Светлана проснулась с комом в горле и тяжестью на душе. День начался непросто — и дело было вовсе не в недосыпе или хмуром питерском утре. Сегодня у её мамы был день рождения. Внутри всё переворачивалось: то она вспоминала об этом, то спешно гнала мысли прочь, убираясь в квартире или готовясь к встрече с подругой. Рука никак не решалась набрать номер — то казалось, что в Екатеринбурге ещё слишком рано, то находились другие отговорки. Но правда была проще — она боялась этого звонка.
Они не общались почти год. 365 дней тишины, изредка прерываемой короткими сообщениями от брата. Светлане не хватало мамы. И в то же время… в этой дистанции было что-то спасительное. Она привыкла к хрупкому спокойствию и знала — один разговор может снова перевернуть её мир.
Она стояла перед зеркалом, подводя тушью ресницы, ловя в отражении собственный тревожный взгляд.

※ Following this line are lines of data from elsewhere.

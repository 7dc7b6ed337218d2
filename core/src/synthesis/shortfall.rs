//! How far a candidate is from each requirement and rating (the
//! shortfalls), and the error that explains a specification that cannot
//! be met.

use super::*;

impl Ctx<'_> {
    /// Every set requirement and the ratings, on `stage` as measured, each
    /// limit tightened by `margin` (0 for the real check).
    pub(super) fn gaps(&self, stage: &Stage, m: &Measured, margin: f64) -> Vec<Gap> {
        let r = &self.spec.requirements;
        let t = &self.spec.transistor;
        let ta = self.spec.ambient.celsius();
        let mut out = Vec::with_capacity(14);
        let ln_short = |need_over: f64| if need_over > 0.0 { need_over } else { 0.0 };
        let log_ratio = |a: f64, b: f64| {
            if a > 0.0 && b > 0.0 {
                libm::log(a / b)
            } else {
                10.0
            }
        };
        let window = match (r.min_voltage_gain_db, r.max_voltage_gain_db) {
            (Some(a), Some(b)) => b - a,
            _ => f64::INFINITY,
        };
        // The margin the gain is checked with, dB (not the transconductance).
        let gain_margin_db = if margin > 0.0 {
            GAIN_CHECK_MARGIN_DB.min(0.25 * window)
        } else {
            0.0
        };
        // dB to nepers: a relative measure like the log ratios.
        let np = 1.0 / (20.0 * core::f64::consts::LOG10_E);
        let level = corner_level(&m.resp);
        let has_caps = {
            let p = &stage.parts;
            p.c_in.is_some() || p.c_out.is_some() || p.c_emitter.is_some() || p.c_base.is_some()
        };
        let rise = |l: f64| (l - ta).max(1.0);
        // Each requirement of the table, its shortfall measured on the scale
        // that suits it: nepers for the gain, the −3 dB level at the limit
        // for a corner, the share of the rise over ambient for a
        // temperature, the log ratio for the rest.
        for (req, l) in r.limits() {
            let at_least = req.bound == Bound::AtLeast;
            let (value, short) = match req.quantity {
                Quantity::VoltageGain => {
                    let v = m.gain_db;
                    let over = if at_least {
                        l + gain_margin_db - v
                    } else {
                        v - l + gain_margin_db
                    };
                    (v, ln_short(over * np))
                }
                Quantity::FLow | Quantity::FHigh => {
                    // |H(f)| at the limit at least the −3 dB level ⇔ the
                    // corner is beyond it.
                    let at = if req.quantity == Quantity::FLow {
                        if !has_caps {
                            continue;
                        }
                        l * (1.0 - margin)
                    } else {
                        l * (1.0 + margin)
                    };
                    let y = ln_gain(&m.resp, at).unwrap_or(f64::NEG_INFINITY) - level;
                    (f64::NAN, ln_short(-y))
                }
                // The THD needs a steady state at every step of the search;
                // synthesis designs for the load-line swing and checks
                // max_thd on the standard-value design it returns.
                Quantity::Thd => continue,
                Quantity::JunctionTemperature => {
                    let lim = l - margin * rise(l);
                    (m.tj, ln_short((m.tj - lim) / rise(l)))
                }
                q => {
                    let v = match q {
                        Quantity::InputImpedance => m.zin,
                        Quantity::OutputImpedance => m.zout,
                        Quantity::Swing => m.swing,
                        _ => m.supply_current,
                    };
                    let over = if at_least {
                        log_ratio(l * (1.0 + margin), v)
                    } else {
                        log_ratio(v, l * (1.0 - margin))
                    };
                    (v, ln_short(over))
                }
            };
            out.push(Gap {
                id: req.key,
                value,
                limit: l,
                unit: req.unit,
                short,
            });
        }
        out.push(Gap {
            id: "ic_max",
            value: m.ic_peak,
            limit: t.ic_max,
            unit: "A",
            short: ln_short(log_ratio(m.ic_peak, t.ic_max * (1.0 - margin))),
        });
        let ptot = t.ptot_at(self.spec.ambient);
        out.push(Gap {
            id: "ptot",
            value: m.power,
            limit: ptot,
            unit: "W",
            short: ln_short(log_ratio(m.power, ptot * (1.0 - margin))),
        });
        // The ratings check allows each resistor half its rating.
        let resistor_limit = RESISTOR_DERATING * self.spec.resistor_rating;
        out.push(Gap {
            id: "resistor_power",
            value: m.resistor_power,
            limit: resistor_limit,
            unit: "W",
            short: ln_short(log_ratio(m.resistor_power, resistor_limit * (1.0 - margin))),
        });
        let tj_max = t.tj_max.celsius();
        out.push(Gap {
            id: "tj_max",
            value: m.tj,
            limit: tj_max,
            unit: "°C",
            short: ln_short((m.tj - (tj_max - margin * rise(tj_max))) / rise(tj_max)),
        });
        out.push(Gap {
            id: "region",
            value: if m.active { 1.0 } else { 0.0 },
            limit: 1.0,
            unit: "",
            short: if m.active { 0.0 } else { 1.0 },
        });
        out
    }

    /// The error for a scan that found no design: the requirements that fail
    /// at the best compromise, with the best value each reaches on its own.
    pub(super) fn infeasible(&self, scores: &[(f64, Vec<Gap>)]) -> Error {
        let best = scores
            .iter()
            .filter(|s| s.0.is_finite())
            .min_by(|a, b| a.0.total_cmp(&b.0));
        let Some((_, gaps)) = best else {
            return Error::inconsistent(
                "bias",
                "no bias point works with this supply and load: the transistor saturates or \
                 the divider cannot be built at every collector resistance tried",
            );
        };
        // The best each failing check reaches anywhere on the scan, and what
        // fails at that point.
        let alone = |id: &str| -> Option<(Gap, Vec<&'static str>)> {
            let (gaps, g) = scores
                .iter()
                .filter_map(|s| s.1.iter().find(|g| g.id == id).map(|g| (&s.1, *g)))
                .min_by(|a, b| a.1.short.total_cmp(&b.1.short))?;
            let others = gaps
                .iter()
                .filter(|o| o.short > 0.0 && o.id != id)
                .map(|o| o.id)
                .collect();
            Some((g, others))
        };
        explain(gaps, Some(&alone)).unwrap_or_else(|| {
            Error::inconsistent("bias", "no bias point meets the requirements with margin")
        })
    }
}

/// Where the best value of one check was found: the gap there and the
/// other checks that fail at that point.
pub(super) type Alone<'a> = &'a dyn Fn(&str) -> Option<(Gap, Vec<&'static str>)>;

/// The error for failing gaps, or `None` when every gap is met. With
/// `alone`, each failing requirement also says the best it reaches anywhere
/// and what stands in the way there.
pub(super) fn explain(gaps: &[Gap], alone: Option<Alone<'_>>) -> Option<Error> {
    let failing: Vec<&Gap> = gaps.iter().filter(|g| g.short > 0.0).collect();
    let first = failing.first()?;
    let name = |id: &str| -> String {
        match id {
            "ic_max" | "ptot" | "tj_max" => format!("the transistor's {id} rating"),
            "resistor_power" => String::from("the resistor power (half of resistor_rating)"),
            "region" => String::from("the active region"),
            _ => String::from(id),
        }
    };
    let value_of = |g: &Gap| -> String {
        if g.value.is_nan() {
            String::from("more than 3 dB down")
        } else {
            format_si(g.value, g.unit)
        }
    };
    let describe = |g: &Gap| -> String {
        if g.id == "region" {
            return String::from("the transistor is not in its active region");
        }
        if g.value.is_nan() {
            // A corner checked by one nodal solve: say where it stands.
            return format!(
                "{}: the response is more than 3 dB down at {}",
                g.id,
                format_si(g.limit, g.unit)
            );
        }
        let lower_is_better = g.id.starts_with("max_")
            || matches!(g.id, "ic_max" | "ptot" | "tj_max" | "resistor_power");
        let miss = if lower_is_better {
            g.value - g.limit
        } else {
            g.limit - g.value
        };
        if miss <= 0.0 {
            return format!(
                "{}: {} against {} is inside the limit but not by the 5 % design margin",
                name(g.id),
                format_si(g.value, g.unit),
                format_si(g.limit, g.unit)
            );
        }
        let pct = if g.limit != 0.0 {
            100.0 * miss / libm::fabs(g.limit)
        } else {
            0.0
        };
        format!(
            "{}: {} against {} (short by {}, {:.1} %)",
            name(g.id),
            format_si(g.value, g.unit),
            format_si(g.limit, g.unit),
            format_si(miss, g.unit),
            pct
        )
    };
    let mut reason = String::from("cannot be met: ");
    for (i, g) in failing.iter().enumerate() {
        if i > 0 {
            reason.push_str("; ");
        }
        reason.push_str(&describe(g));
        let Some(f) = alone else { continue };
        let Some((b, others)) = f(g.id) else { continue };
        if b.short > 0.0 {
            reason.push_str(&format!(
                " — no bias point reaches it (the best is {})",
                value_of(&b)
            ));
        } else if !others.is_empty() {
            let list: Vec<String> = others.iter().map(|o| name(o)).collect();
            reason.push_str(&format!(
                " — it is met only where these fail: {}",
                list.join(", ")
            ));
        }
    }
    let field = match first.id {
        "ic_max" | "ptot" | "tj_max" => format!("transistor.{}", first.id),
        "resistor_power" => String::from("resistor_rating"),
        "region" => String::from("bias"),
        id => format!("requirements.{id}"),
    };
    Some(Error::inconsistent(field, reason))
}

— Ну чего, Света, — вздохнула она, — всё равно придётся.
Брат был в Финляндии, уехал с девушкой на дачу — длинные выходные, День Победы. Поздравил маму заранее, а про сестру забыл. Надежда, что он позвонит из пансионата и передаст трубку, растаяла.

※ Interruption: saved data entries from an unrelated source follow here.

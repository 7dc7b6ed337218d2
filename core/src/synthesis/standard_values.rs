//! The continuous design snapped to standard values, and what that
//! changes.

use super::*;

impl Ctx<'_> {
    /// The standard-value stage. Each free resistor takes one of the two
    /// standard values around its continuous value, and every combination
    /// is tried (at most 2⁵ = 32); the capacitors go to the next value up.
    /// The combination kept meets the requirements and, among those, moves
    /// IC, VCE and the gain least from the continuous design. When none
    /// meets them, neighbouring values are tried one part at a time, and the
    /// capacitors are moved up a step when only the lower corner fails.
    pub(super) fn snap(&self, ideal: &Stage, notes: &mut Vec<String>) -> Result<(Stage, Analysis)> {
        let s = self.spec;
        let rs = s.series.resistors;
        let cs = s.series.capacitors;
        let pin = &s.parts;
        let target = self.measure(ideal).ok_or_else(|| {
            Error::inconsistent("bias", "the continuous design has no operating point")
        })?;
        let get = |st: &Stage, k: usize| -> f64 {
            let p = &st.parts;
            match k {
                0 => p.r1.unwrap_or(0.0),
                1 => p.r2.unwrap_or(0.0),
                2 => p.rc,
                3 => p.re,
                _ => p.re_bypassed,
            }
        };
        let set = |st: &mut Stage, k: usize, v: f64| {
            let p = &mut st.parts;
            match k {
                0 => p.r1 = Some(v),
                1 => p.r2 = Some(v),
                2 => p.rc = v,
                3 => p.re = v,
                _ => p.re_bypassed = v,
            }
        };
        let pinned = [pin.r1, pin.r2, pin.rc, pin.re, pin.re_bypassed];
        let free: Vec<usize> = (0..5)
            .filter(|&k| pinned[k].is_none() && get(ideal, k) > 0.0)
            .collect();
        // The standard values either side of each free resistor.
        let choices: Vec<(usize, [f64; 2], usize)> = free
            .iter()
            .filter_map(|&k| {
                let l = rs.lookup(get(ideal, k))?;
                Some(if l.below == l.above {
                    (k, [l.below, l.below], 1)
                } else {
                    (k, [l.below, l.above], 2)
                })
            })
            .collect();
        let cap_pins = [pin.c_in, pin.c_out, pin.c_emitter, pin.c_base];
        let set_caps = |st: &mut Stage, steps: u32| {
            let base = &ideal.parts;
            let p = &mut st.parts;
            for (slot, from, pinned) in [
                (&mut p.c_in, base.c_in, cap_pins[0]),
                (&mut p.c_out, base.c_out, cap_pins[1]),
                (&mut p.c_emitter, base.c_emitter, cap_pins[2]),
                (&mut p.c_base, base.c_base, cap_pins[3]),
            ] {
                *slot = match (from, pinned) {
                    (Some(c), None) => {
                        let mut v = cs.next_up(c).unwrap_or(c);
                        for _ in 0..steps {
                            v = cs.next_up(v * 1.001).unwrap_or(v);
                        }
                        Some(v.min(MAX_CAPACITANCE))
                    }
                    (c, _) => c,
                };
            }
        };
        let np = 1.0 / (20.0 * core::f64::consts::LOG10_E);
        // (total shortfall, shortfall weighted first and then the movement of the targets)
        let objective = |st: &Stage| -> Option<(f64, f64)> {
            let m = self.measure(st)?;
            let short: f64 = self.gaps(st, &m, 0.0).iter().map(|g| g.short).sum();
            let moved = libm::fabs(libm::log(m.ic / target.ic))
                + libm::fabs(m.vce - target.vce) / target.vce
                + libm::fabs(m.gain_db - target.gain_db) * np;
            Some((short, 1e3 * short + moved))
        };
        let mut last_checks = Vec::new();
        for cap_steps in 0..4u32 {
            let mut st = ideal.clone();
            set_caps(&mut st, cap_steps);
            let combos: usize = choices.iter().map(|c| c.2).product();
            let mut best: Option<(Stage, (f64, f64))> = None;
            for code in 0..combos {
                let mut cand = st.clone();
                let mut rest = code;
                for &(k, values, n) in &choices {
                    set(&mut cand, k, values[rest % n]);
                    rest /= n;
                }
                if let Some(sc) = objective(&cand) {
                    if best.as_ref().is_none_or(|b| sc.1 < b.1 .1) {
                        best = Some((cand, sc));
                    }
                }
            }
            let Some((mut st, mut current)) = best else {
                break;
            };
            // Wider moves while a requirement fails: one standard step of one
            // part, or of two parts together (a divider moved as a pair keeps
            // its voltage), the best move first.
            let step_of = |v: f64, dir: usize| {
                if dir == 0 {
                    rs.next_up(v * 1.001)
                } else {
                    rs.next_down(v * 0.999)
                }
            };
            for _ in 0..24 {
                if current.0 == 0.0 {
                    break;
                }
                let mut step: Option<(Stage, (f64, f64))> = None;
                let mut consider = |cand: Stage| {
                    if let Some(sc) = objective(&cand) {
                        if step.as_ref().is_none_or(|b| sc.1 < b.1 .1) {
                            step = Some((cand, sc));
                        }
                    }
                };
                for (i, &k) in free.iter().enumerate() {
                    for dir in 0..2 {
                        let Some(nv) = step_of(get(&st, k), dir) else {
                            continue;
                        };
                        let mut cand = st.clone();
                        set(&mut cand, k, nv);
                        for &j in &free[i + 1..] {
                            for dir2 in 0..2 {
                                let Some(nw) = step_of(get(&st, j), dir2) else {
                                    continue;
                                };
                                let mut pair = cand.clone();
                                set(&mut pair, j, nw);
                                consider(pair);
                            }
                        }
                        consider(cand);
                    }
                }
                match step {
                    Some((cand, sc)) if sc.1 < current.1 => {
                        st = cand;
                        current = sc;
                    }
                    _ => break,
                }
            }
            // The real check: the ordinary analysis.
            let analysis = analyze(&st)?;
            let checks = s.requirements.check_small_signal(&analysis);
            if checks.iter().all(|c| c.pass) && analysis.operating_point.region == Region::Active {
                if cap_steps > 0 {
                    notes.push(format!(
                        "the capacitors were moved {cap_steps} standard step(s) up to meet max_f_low"
                    ));
                }
                return Ok((st, analysis));
            }
            let only_corner = checks
                .iter()
                .filter(|c| !c.pass)
                .all(|c| c.id == "max_f_low");
            last_checks = checks;
            if !only_corner {
                break;
            }
        }
        let failed: Vec<&Check> = last_checks.iter().filter(|c| !c.pass).collect();
        let Some(first) = failed.first() else {
            return Err(Error::inconsistent(
                "bias",
                "the standard-value design does not work in the active region",
            ));
        };
        let mut reason = format!(
            "with {} resistors and {} capacitors, after trying the neighbouring standard values, ",
            rs.name(),
            cs.name()
        );
        for (i, c) in failed.iter().enumerate() {
            if i > 0 {
                reason.push_str("; ");
            }
            reason.push_str(&format!(
                "{}: {} (short by {})",
                c.id,
                c.message,
                format_si(libm::fabs(c.value - c.limit), c.unit)
            ));
        }
        reason.push_str(
            "; the continuous design meets it: choose a finer series or relax the requirement",
        );
        Err(Error::inconsistent(
            format!("requirements.{}", first.id),
            reason,
        ))
    }
}

pub(super) fn part_choices(spec: &Spec, ideal: &Stage, stage: &Stage) -> Vec<PartChoice> {
    let (a, b) = (&ideal.parts, &stage.parts);
    let pin = &spec.parts;
    let rs = spec.series.resistors;
    let cs = spec.series.capacitors;
    // (part, continuous value, chosen value, pinned, series)
    type Row = (&'static str, Option<f64>, Option<f64>, bool, ESeries);
    let rows: [Row; 9] = [
        ("r1", a.r1, b.r1, pin.r1.is_some(), rs),
        ("r2", a.r2, b.r2, pin.r2.is_some(), rs),
        ("rc", Some(a.rc), Some(b.rc), pin.rc.is_some(), rs),
        ("re", Some(a.re), Some(b.re), pin.re.is_some(), rs),
        (
            "re_bypassed",
            Some(a.re_bypassed),
            Some(b.re_bypassed),
            pin.re_bypassed.is_some(),
            rs,
        ),
        ("c_in", a.c_in, b.c_in, pin.c_in.is_some(), cs),
        ("c_out", a.c_out, b.c_out, pin.c_out.is_some(), cs),
        (
            "c_emitter",
            a.c_emitter,
            b.c_emitter,
            pin.c_emitter.is_some(),
            cs,
        ),
        ("c_base", a.c_base, b.c_base, pin.c_base.is_some(), cs),
    ];
    rows.iter()
        .filter_map(|&(part, i, c, pinned, series)| {
            let (i, c) = (i?, c?);
            if i <= 0.0 && c <= 0.0 {
                return None;
            }
            Some(PartChoice {
                part,
                ideal: i,
                chosen: c,
                pinned,
                series: if pinned { None } else { Some(series) },
                change: if i > 0.0 { c / i - 1.0 } else { 0.0 },
            })
        })
        .collect()
}

pub(super) fn differences(ideal: &Analysis, snapped: &Analysis) -> Vec<Difference> {
    let row =
        |quantity: &'static str, unit: &'static str, a: Option<f64>, b: Option<f64>| Difference {
            quantity,
            unit,
            ideal: a,
            snapped: b,
            difference: match (a, b) {
                (Some(a), Some(b)) => Some(b - a),
                _ => None,
            },
        };
    let pick = |a: &Analysis| {
        [
            Some(a.operating_point.ic),
            Some(libm::fabs(a.operating_point.vce)),
            Some(a.swing.symmetric),
            Some(db20(libm::fabs(a.midband.voltage_gain))),
            Some(a.midband.input_impedance),
            Some(a.midband.output_impedance),
            a.bandwidth.f_low,
            a.bandwidth.f_high,
            Some(a.dissipation.supply_current),
            Some(a.dissipation.junction_temperature.celsius()),
        ]
    };
    let names: [(&'static str, &'static str); 10] = [
        ("ic", "A"),
        ("vce", "V"),
        ("swing", "V"),
        ("voltage_gain_db", "dB"),
        ("input_impedance", "Ω"),
        ("output_impedance", "Ω"),
        ("f_low", "Hz"),
        ("f_high", "Hz"),
        ("supply_current", "A"),
        ("junction_temperature", "°C"),
    ];
    let (a, b) = (pick(ideal), pick(snapped));
    names
        .iter()
        .zip(a.iter().zip(b.iter()))
        .map(|(&(q, u), (&x, &y))| row(q, u, x, y))
        .collect()
}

Отношения с матерью всегда были непростыми. Та была строгой, холодной, резкой на язык. Детский психолог по профессии, она превратила дочь в подопытного кролика для своих методик. Воспитание напоминало армейскую службу — чёткий план, дисциплина, никаких поблажек. Обычной материнской ласки здесь не было.
Светлана помнила, как в шесть лет плакала на морозе:
— Мам, мне холодно…
— Представь, что ты печка, и беги быстрее, — отмахнулась мать.
В подростковом возрасте стало только хуже: вечные сравнения с «детьми коллег», упрёки, требования быть идеальной. Учёба, французский, музыкалка, спорт — всё сразу. Привязанности не было. Был только контроль. Даже успехи встречались с холодностью, словно это её обязанность. Когда Света впервые задержалась у парня, услышала:
— Теперь замуж не возьмут.
С братом мама была добрее. Он мог пропадать с друзьями сутками, а её за такое отчитывали неделями. Отец уехал в Чехию после развода, бабушка перебралась к Светлане в Москву, а мать, оставшись одна, неожиданно появилась в столице. Без вида на жительство, с одним паспортом и кучей претензий. Вскоре укатила к очередному поклоннику в Киев, разругавшись с бабушкой из-за «разваленной семьи».
Мужчины всегда велись на неё. Красота, ум, уверенность в себе. Но надолго не задерживались — не выдерживали характера. Подруги тоже растворялись одна за другой. Никто не оставался рядом надолго. Только Светлана, как якорь. Хотя всё чаще ей казалось, что этот якорь тянет её на дно.
Когда она сама развелась и собралась в Чехию, мать сказала:
— Ты бросаешь детей. Ты не мать.
С тех пор они общались редко. Иногда мать присылала письма: длинные, душевные, с извинениями и ностальгией. На бумаге она становилась той, кем не могла быть в жизни. Светлана читала и надеялась: «Может, в этот раз всё по-другому…»
Но цикл повторялся. Письмо — звонок — колкость — обида — молчание.
Когда мать заболела — Паркинсон, слабость, падения — брат настоял на пансионате. Отдельная комната, сиделки, уход. Но даже там она оставалась собой: вечно недовольной, язвительной. На 80-летие собралась вся семья — дети, внуки. Светлана не видела мать пять лет, только по видеосвязи. И вот, встретившись, услышала:
— Красивый лак на ногтях. Часто красишь?
Это был весь разговор. Всё, на что мать нашла силы.
Прошёл год. Они говорили дважды. Теперь мать не поднимала трубку — то ли не слышала, то ли не хотела. Брат передавал обрывки новостей, но подробностей не было.
В Москве вечерело. В Екатеринбурге — утро. Светлана снова набрала номер. Раз. Два. Пансионат. Регистратура. Без ответа. В груди смешались вина и облегчение. Она написала заведующей:
«Передайте, пожалуйста, маме мои поздравления. Извините, что не дозвонилась».
Света опустилась на диван и посмотрела в окно. Завтра ей — пятьдесят. И только теперь она по-настоящему поняла: есть вещи, которые не изменить. Остаётся лишь надеяться, что где-то там, в глубине, мама знала — дочь её любит. Несмотря ни на что.